Жа-Жа немедленно ответила на письмо Оливии.
"Дорогая Оливия, я вовсе не считаю, что вы вмешиваетесь в мою жизнь и в жизнь моей дочери", – писала она и выражала радость оттого, что Франческа обратилась за помощью к Оливии. Она благодарна Оливии за ее "роль посредника между Франческой и ее отцом, поскольку, видит бог, мне эта роль никогда не удавалась". Растить ребенка "в наш век" довольно трудно, особенно учитывая, что она воспитывает дочь без отца и к тому же постоянно занята в шоу-бизнесе. Однако, поспешила она добавить, она вовсе не оправдывает ни себя, ни дочь. Как только Конрад вернется в Лос-Анджелес, она намерена встретиться с ним и обсудить проблемы Франчески. Она благодарила Оливию за заботу о Франческе, подписалась "любящая Жа-Жа", а в постскриптуме приглашала Оливию как-нибудь вместе пообедать. "Нам с вами будет о чем поговорить. Возможно, вы слышали, что с тех пор, как мы с вами виделись в последний раз, я сменила не то одного, не то двух мужей".
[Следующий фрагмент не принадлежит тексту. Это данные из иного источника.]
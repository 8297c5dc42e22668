#include "loqsmith/ledger/line.hpp"

#include <algorithm>
#include <nlohmann/json.hpp>
#include <set>

#include "loqsmith/base/numbers.hpp"
#include "loqsmith/base/time.hpp"

namespace loqsmith {
namespace {

using Json = nlohmann::ordered_json;

constexpr int kMostDepth = 16;

const std::vector<std::string>& field_names() {
  static const std::vector<std::string> names = {
      "number", "time",   "actor",    "operator", "host",   "program",
      "action", "object", "manifest", "reason",   "detail", "previous"};
  return names;
}

std::string dump(const Json& json) {
  return json.dump(-1, ' ', false, Json::error_handler_t::replace);
}

// What the parser passes by and the finished value no longer shows: the order
// of the fields, keys given twice, and depth.
class Strictness {
 public:
  bool operator()(int depth, Json::parse_event_t event, const Json& value) {
    if (event == Json::parse_event_t::object_start) keys_[depth + 1].clear();
    if (event == Json::parse_event_t::key) {
      const auto& key = value.get_ref<const std::string&>();
      if (depth == 1) fields_.push_back(key);
      if (!keys_[depth].insert(key).second) twice_ = true;
    }
    if (depth > kMostDepth) too_deep_ = true;
    return !too_deep_;
  }

  std::string complaint() const {
    if (too_deep_) return "it is nested too deeply";
    if (twice_) return "it has a key twice";
    if (fields_ != field_names()) return "its fields are not those of a line";
    return {};
  }

 private:
  std::map<int, std::set<std::string>> keys_;
  std::vector<std::string> fields_;
  bool twice_ = false;
  bool too_deep_ = false;
};

std::string text_of(const Json& value) {
  return value.is_string() ? value.get<std::string>() : dump(value);
}

std::string wrong_kind(const Json& json) {
  if (!json["number"].is_number_unsigned()) return "its number is no number";
  if (!json["detail"].is_object()) return "its detail is no object";
  for (const auto& [key, value] : json.items()) {
    if (key != "number" && key != "detail" && !value.is_string()) {
      return "its " + key + " is no text";
    }
  }
  return {};
}

LedgerLine line_of(const Json& json) {
  LedgerLine line;
  line.number = json["number"].get<std::uint64_t>();
  line.time = text_of(json["time"]);
  line.actor = text_of(json["actor"]);
  line.operator_ = text_of(json["operator"]);
  line.host = text_of(json["host"]);
  line.program = text_of(json["program"]);
  line.action = text_of(json["action"]);
  line.object = text_of(json["object"]);
  line.manifest = text_of(json["manifest"]);
  line.reason = text_of(json["reason"]);
  for (const auto& [key, value] : json["detail"].items()) {
    line.detail.emplace_back(key, text_of(value));
  }
  line.previous = text_of(json["previous"]);
  return line;
}

std::string wrong_value(const LedgerLine& line) {
  const auto moment = parse_moment(line.time);
  if (!moment || !moment->has_zone) return "its time is no time with a zone";
  if (!is_sha256(line.previous)) return "its previous is no SHA-256";
  if (!line.manifest.empty() && !is_sha256(line.manifest)) {
    return "its manifest is no SHA-256";
  }
  return {};
}

}  // namespace

std::string ledger_line_text(const LedgerLine& line) {
  Json detail = Json::object();
  for (const auto& [key, value] : line.detail) detail[key] = value;
  Json json = Json::object();
  json["number"] = line.number;
  json["time"] = line.time;
  json["actor"] = line.actor;
  json["operator"] = line.operator_;
  json["host"] = line.host;
  json["program"] = line.program;
  json["action"] = line.action;
  json["object"] = line.object;
  json["manifest"] = line.manifest;
  json["reason"] = line.reason;
  json["detail"] = std::move(detail);
  json["previous"] = line.previous;
  return dump(json) + '\n';
}

Outcome<LedgerLine> read_ledger_line(std::string_view text) {
  Strictness strictness;
  const Json json =
      Json::parse(text, std::ref(strictness), /*allow_exceptions=*/false);
  if (json.is_discarded() || !json.is_object()) {
    return NotApplicable{"it is not one JSON object"};
  }
  std::string complaint = strictness.complaint();
  if (complaint.empty()) complaint = wrong_kind(json);
  if (!complaint.empty()) return NotApplicable{complaint};
  LedgerLine line = line_of(json);
  complaint = wrong_value(line);
  if (!complaint.empty()) return NotApplicable{complaint};
  return line;
}

std::string detail_of(const LedgerLine& line, std::string_view key) {
  for (const auto& [name, value] : line.detail) {
    if (name == key) return value;
  }
  return {};
}

std::string as_ledger_text(std::string_view text) {
  return Json::parse(dump(Json(std::string(text)))).get<std::string>();
}

bool is_sha256(std::string_view text) {
  return text.size() == 64 && std::all_of(text.begin(), text.end(), [](char c) {
           return (c >= '0' && c <= '9') || (c >= 'a' && c <= 'f');
         });
}

std::string describe(const LedgerPlace& place) {
  return std::to_string(place.number) + ':' + place.sha256;
}

std::optional<LedgerPlace> read_ledger_place(std::string_view text) {
  const std::size_t colon = text.find(':');
  if (colon == std::string_view::npos) return std::nullopt;
  const auto number = parse_whole(text.substr(0, colon));
  if (!number || *number < 1) return std::nullopt;
  LedgerPlace place{static_cast<std::uint64_t>(*number),
                    std::string(text.substr(colon + 1))};
  if (!is_sha256(place.sha256) || describe(place) != text) return std::nullopt;
  return place;
}

}  // namespace loqsmith
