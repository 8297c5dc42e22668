#include "loqsmith/ledger/recovery.hpp"

#include <algorithm>
#include <map>

#include "loqsmith/ledger/damage.hpp"
#include "loqsmith/ledger/run_history.hpp"
#include "loqsmith/ledger/signers.hpp"

namespace loqsmith {
namespace {

namespace fs = std::filesystem;

// True where the program that made the staging folder still runs.
bool is_held(const fs::path& staging) {
  const fs::path owner = staging / OutLayout::kOwner;
  if (!is_there(owner)) return false;
  FileLock lock;
  return !lock.try_lock(owner);
}

bool recovery_told(const OpenLedger& ledger, const std::string& object) {
  return std::any_of(ledger.lines().begin(), ledger.lines().end(),
                     [&](const LedgerLine& line) {
                       return line.action == "recovery" &&
                              line.object == object;
                     });
}

void finish_published(OpenLedger& ledger, const RunEvents& run) {
  if (!recovery_told(ledger, run.object)) {
    ledger.append({"recovery",
                   run.object,
                   run.manifest,
                   "published run moved into place",
                   {}});
  }
  move_into_place(ledger.layout(), run.begun, run.object);
  ledger.say(run.object + " was published but not in place yet: moved there");
}

void abandon(OpenLedger& ledger, const RunEvents& run) {
  if (is_held(ledger.layout().staging(run.begun))) return;
  ledger.append({"run-abandoned",
                 run.object,
                 "",
                 "begun, not published, and nobody holds its staging",
                 {}});
  ledger.say(run.object +
             " was begun and not finished: recorded as abandoned, its number "
             "is not used again");
}

std::map<std::uint64_t, fs::path> staging_folders(const OutLayout& layout) {
  std::map<std::uint64_t, fs::path> folders;
  for (const auto& entry : fs::directory_iterator(layout.work())) {
    const auto number =
        OutLayout::staging_number(entry.path().filename().string());
    if (number) folders[*number] = entry.path();
  }
  return folders;
}

void remove_leftovers(OpenLedger& ledger) {
  auto folders = staging_folders(ledger.layout());
  for (const RunEvents& run : collect_runs(ledger.lines()).runs) {
    if (run.pending()) folders.erase(run.begun);
  }
  for (const auto& [number, path] : folders) {
    if (is_held(path)) continue;
    remove_tree(path);
    ledger.say("what was left of " + path.filename().string() +
               " in OUT/.work was removed");
  }
}

// As the head is: what it must hold stands in the ledger.
void renew_register(OpenLedger& ledger) {
  const SignerRegister signers = collect_signers(ledger.lines());
  if (register_file(ledger.layout(), signers) != RegisterFile::OneBehind) {
    return;
  }
  replace_file(ledger.layout().signers(), *signers.text());
  ledger.say("signers.jsonl was one change behind: renewed");
}

}  // namespace

void recover_runs(OpenLedger& ledger) {
  renew_register(ledger);
  for (const RunEvents& run : collect_runs(ledger.lines()).runs) {
    if (is_out_of_place(ledger.layout(), run)) finish_published(ledger, run);
    if (run.pending()) abandon(ledger, run);
  }
  remove_leftovers(ledger);
}

void move_into_place(const OutLayout& layout, std::uint64_t begun,
                     const std::string& run) {
  const fs::path target = layout.out / run;
  make_folders(target.parent_path());
  rename_new(layout.staging(begun), target);
  flush_folder(target.parent_path());
  flush_folder(layout.work());
}

}  // namespace loqsmith
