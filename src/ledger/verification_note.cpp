#include "loqsmith/ledger/verification_note.hpp"

#include "loqsmith/base/files.hpp"
#include "loqsmith/base/halt.hpp"
#include "loqsmith/ledger/open_ledger.hpp"
#include "loqsmith/ledger/recovery.hpp"
#include "loqsmith/ledger/system_failures.hpp"

namespace loqsmith {
namespace {

constexpr std::chrono::seconds kLeastPatience{2};

LedgerEntry entry_of(const VerifyRequest& request, const VerifyReport& report) {
  const std::size_t count = report.deviations.size();
  LedgerEntry entry;
  entry.action = "verification";
  entry.object = "ledger.jsonl";
  entry.reason = count == 0 ? "everything is as the ledger says"
                            : "something is not as the ledger says";
  entry.detail = {{"head", describe(report.head)},
                  {"runs", std::to_string(report.runs)},
                  {"files", std::to_string(report.files)},
                  {"since", request.since ? describe(*request.since) : ""},
                  {"inputs", request.inputs ? std::to_string(report.inputs)
                                            : "not asked for"},
                  {"deviations", std::to_string(count)}};
  if (count > 0) {
    const Deviation& first = report.deviations.front();
    entry.detail.emplace_back("first", first.place + ": " + first.what);
  }
  return entry;
}

}  // namespace

LedgerPlace note_verification(const PublicationPlace& place,
                              const VerifyRequest& request,
                              const VerifyReport& report) {
  return halt_on_failure([&] {
    if (!is_there(OutLayout{place.out}.ledger())) {
      throw Halt(ExitStatus::IoFailed,
                 place.out.string() + " has no ledger to note it in");
    }
    OpenLedger ledger(place, std::max(place.wait, kLeastPatience));
    recover_runs(ledger);
    return ledger.append(entry_of(request, report));
  });
}

}  // namespace loqsmith
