#include "loqsmith/ledger/sign_run.hpp"

#include <algorithm>

#include "loqsmith/base/halt.hpp"
#include "loqsmith/base/input_error.hpp"
#include "loqsmith/base/text.hpp"
#include "loqsmith/ledger/manifest.hpp"
#include "loqsmith/ledger/open_ledger.hpp"
#include "loqsmith/ledger/recovery.hpp"
#include "loqsmith/ledger/run_history.hpp"
#include "loqsmith/ledger/signers.hpp"
#include "loqsmith/ledger/system_failures.hpp"

namespace loqsmith {
namespace {

namespace fs = std::filesystem;

constexpr std::chrono::seconds kLeastPatience{2};

[[noreturn]] void refuse(const std::string& found, const std::string& expected,
                         const std::string& mend) {
  InputProblem problem;
  problem.found = found;
  problem.expected = expected;
  problem.mend = mend;
  throw InputError(problem);
}

void check_meaning(const SigningRequest& request) {
  const auto& meanings = signature_meanings();
  if (std::find(meanings.begin(), meanings.end(), request.meaning) ==
      meanings.end()) {
    refuse("the meaning " + in_quotes(request.meaning), join(meanings, ", "),
           "");
  }
  if (request.meaning == "rejected" && trim(request.reason).empty()) {
    refuse("a rejection without a reason", "what is wrong with the run",
           "say it with --reason");
  }
}

RunEvents published_run(const OpenLedger& ledger, const std::string& name) {
  for (const RunEvents& run : collect_runs(ledger.lines()).runs) {
    if (run.object == name && run.published != 0) return run;
  }
  refuse(in_quotes(name) + ", which was never published here",
         "the folder of a published run", "");
}

void check_unchanged(const OpenLedger& ledger, const RunEvents& run) {
  const RunCheck check = check_run_folder(ledger.layout().out / run.object,
                                          run.object, run.manifest);
  if (check.deviations.empty()) return;
  const Deviation& first = check.deviations.front();
  throw Halt(ExitStatus::IoFailed, "what has changed is not signed: " +
                                       first.place + ": " + first.what);
}

}  // namespace

RunSignature sign_run(const PublicationPlace& place,
                      const SigningRequest& request, const SigningKey& key) {
  check_meaning(request);
  return halt_on_failure([&] {
    OpenLedger ledger(place, std::max(place.wait, kLeastPatience));
    recover_runs(ledger);
    const RunEvents run = published_run(ledger, request.run);
    const SignerRegister signers = collect_signers(ledger.lines());
    const Signer* signer = signers.with_key(key.public_key());
    if (signer == nullptr) {
      refuse("a key that is registered for nobody", "a registered signer's key",
             "register it with loqsmith signers add");
    }
    check_unchanged(ledger, run);
    ledger.append({"signature",
                   run.object,
                   run.manifest,
                   request.reason,
                   {{"signer", signer->name}, {"meaning", request.meaning}}},
                  &key);
    return collect_signatures(ledger.lines()).back();
  });
}

RunPlace find_run_place(const fs::path& folder) {
  const fs::path real =
      halt_on_failure([&] { return fs::weakly_canonical(folder); });
  for (fs::path above = real.parent_path();; above = above.parent_path()) {
    if (fs::is_regular_file(OutLayout{above}.ledger())) {
      return {above, real.lexically_relative(above).generic_string()};
    }
    if (above == above.parent_path()) break;
  }
  refuse(in_quotes(folder.string()) + ", below no folder with a ledger",
         "a published run, OUT/SEQUENCE/run-N", "");
}

}  // namespace loqsmith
Узнав, что Конрад возвращается в Лос-Анджелес, Жа-Жа, как и обещала, стала ему звонить, чтобы договориться о встрече. Не сумев до него дозвониться, она без предварительной договоренности явилась в Каза Энкантадо. Дворецкий Конрада Хьюго Менц, незадолго до этого сменивший Уилсона, сказал ей, что Конрада нет дома, что он находится в своем офисе. И Жа-Жа немедленно отправилась в офис Хилтона в Беверли-Хиллз.
Войдя в офис Конрада, она застала Оливию Уэйкмен на ее обычном месте в приемной перед кабинетом ее бывшего мужа. Женщины тепло поздоровались, Жа-Жа сделала ей комплимент, сказав, что она очаровательно выглядит. Затем сообщила, что два дня назад приехала из Европы и сегодня днем снова уезжает, поэтому очень торопится.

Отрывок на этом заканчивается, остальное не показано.